BEGIN

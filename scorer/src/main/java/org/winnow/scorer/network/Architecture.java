package org.winnow.scorer.network;

import org.winnow.geometry.Checks;

/**
 * Shape of the embedding network and the layout of its parameters in one flat {@code double[]}.
 *
 * <p>The network reads a configuration as a bipartite graph: one node per row (projective factor) and
 * one per column (polynomial), an edge wherever the degree {@code q_rj} is non-zero, weighted by that
 * degree. Each node starts from a few exact local features, then {@code rounds} rounds of message
 * passing update the column nodes from their rows and the row nodes from their columns with small
 * dense layers shared by all nodes. Sum- and max-pooling over each side, concatenated with exact
 * global features, feed a two-layer readout to the embedding's coordinates. In an {@code anchored}
 * network (the default for real labels) the last coordinate is not learned: it is the first-page
 * estimate of h11 ({@code RefinedH11Estimator}: the first-page estimate, or the Hodge engine's value
 * where the first page is not settled) times
 * {@link #ANCHOR_SCALE}, so two configurations whose estimates differ by one already lie a contrastive
 * margin apart, and a candidate whose estimate no reference point shares is far from all of them (novel)
 * however the learned coordinates fall; the kNN vote then votes on corrections to that estimate
 * ({@link org.winnow.scorer.model.Predictor}). An unanchored network learns every coordinate and votes
 * on h11 itself (for labels that are not h11, such as the synthetic scenario). Every step is a symmetric
 * function of the node sets, so the embedding does not depend on row or column order, and no padding is
 * needed.
 *
 * @param hidden width H of every node state
 * @param rounds number of row-to-column plus column-to-row rounds
 * @param readout width of the readout's hidden layer
 * @param dim embedding dimension, the anchor coordinate included
 * @param anchored whether the last coordinate is the h11 estimate and the vote corrects it
 */
public record Architecture(int hidden, int rounds, int readout, int dim, boolean anchored) {
    /** Exact per-row features: n, row sum, support, largest entry, entries of at least 2. */
    public static final int ROW_FEATURES = 5;
    /** Exact per-column features: column sum, support, largest entry, dimension-weighted degree. */
    public static final int COL_FEATURES = 4;
    /**
     * Exact global features: m, K, chi, non-zeros, entries of at least 2, sum n, rows with n = 1,
     * sum n - K, then the first-page h11 estimate, its excess over m, and its two terms (Euler and kernel).
     */
    public static final int GLOBAL_FEATURES = 12;
    /** Embedding distance between two configurations whose h11 estimates differ by one (the margin). */
    public static final double ANCHOR_SCALE = 1.0;

    public Architecture {
        Checks.requireArgument(hidden >= 1 && hidden <= 256, "hidden width must be in 1..256: %s", hidden);
        Checks.requireArgument(rounds >= 0 && rounds <= 8, "rounds must be in 0..8: %s", rounds);
        Checks.requireArgument(readout >= 1 && readout <= 1024, "readout width must be in 1..1024: %s", readout);
        Checks.requireArgument(dim >= (anchored ? 2 : 1) && dim <= 64,
                "embedding dimension must be in %s..64: %s", anchored ? 2 : 1, dim);
    }

    /** An unanchored network: every coordinate learned, the vote on h11 itself. */
    public Architecture(int hidden, int rounds, int readout, int dim) {
        this(hidden, rounds, readout, dim, false);
    }

    /**
     * The default shape. No message-passing rounds: with about 1% of the labels, the pooled node
     * features alone generalised better than two or three rounds on exactly labelled samples and score
     * about twice as fast (docs/model.md); rounds remain available for larger label sets.
     */
    public static Architecture defaults(int dim) {
        return new Architecture(12, 0, 24, dim, true);
    }

    /** The learned coordinates: all but the anchor coordinate, if there is one. */
    public int learnedDim() {
        return anchored ? dim - 1 : dim;
    }

    /** Width of the pooled vector fed to the readout. */
    public int pooledWidth() {
        return 4 * hidden + GLOBAL_FEATURES;
    }

    // Layout, in order: row encoder, column encoder, per round (column update, row update), readout.

    public int rowEncW() {
        return 0;
    }

    int rowEncB() {
        return rowEncW() + hidden * ROW_FEATURES;
    }

    public int colEncW() {
        return rowEncB() + hidden;
    }

    int colEncB() {
        return colEncW() + hidden * COL_FEATURES;
    }

    private int roundsStart() {
        return colEncB() + hidden;
    }

    private int roundSize() {
        return 2 * (2 * hidden * hidden + hidden);
    }

    /** Self weights of the column update in round t (H x H). */
    public int colSelf(int t) {
        return roundsStart() + t * roundSize();
    }

    /** Message weights of the column update in round t (H x H). */
    public int colMsg(int t) {
        return colSelf(t) + hidden * hidden;
    }

    int colBias(int t) {
        return colMsg(t) + hidden * hidden;
    }

    public int rowSelf(int t) {
        return colBias(t) + hidden;
    }

    public int rowMsg(int t) {
        return rowSelf(t) + hidden * hidden;
    }

    int rowBias(int t) {
        return rowMsg(t) + hidden * hidden;
    }

    public int readW1() {
        return roundsStart() + rounds * roundSize();
    }

    int readB1() {
        return readW1() + readout * pooledWidth();
    }

    public int readW2() {
        return readB1() + readout;
    }

    int readB2() {
        return readW2() + learnedDim() * readout;
    }

    /** Total number of parameters. */
    public int parameterCount() {
        return readB2() + learnedDim();
    }
}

END

Once the line containing "return colSelf(t) + hidden * hidden;" is found, print it and every line after it through the end of the listing, exactly and alone.

### Solution to the problem
        return colSelf(t) + hidden * hidden;
    }

    int colBias(int t) {
        return colMsg(t) + hidden * hidden;
    }

    public int rowSelf(int t) {
        return colBias(t) + hidden;
    }

    public int rowMsg(int t) {
        return rowSelf(t) + hidden * hidden;
    }

    int rowBias(int t) {
        return rowMsg(t) + hidden * hidden;
    }

    public int readW1() {
        return roundsStart() + rounds * roundSize();
    }

    int readB1() {
        return readW1() + readout * pooledWidth();
    }

    public int readW2() {
        return readB1() + readout;
    }

    int readB2() {
        return readW2() + learnedDim() * readout;
    }

    /** Total number of parameters. */
    public int parameterCount() {
        return readB2() + learnedDim();
    }
}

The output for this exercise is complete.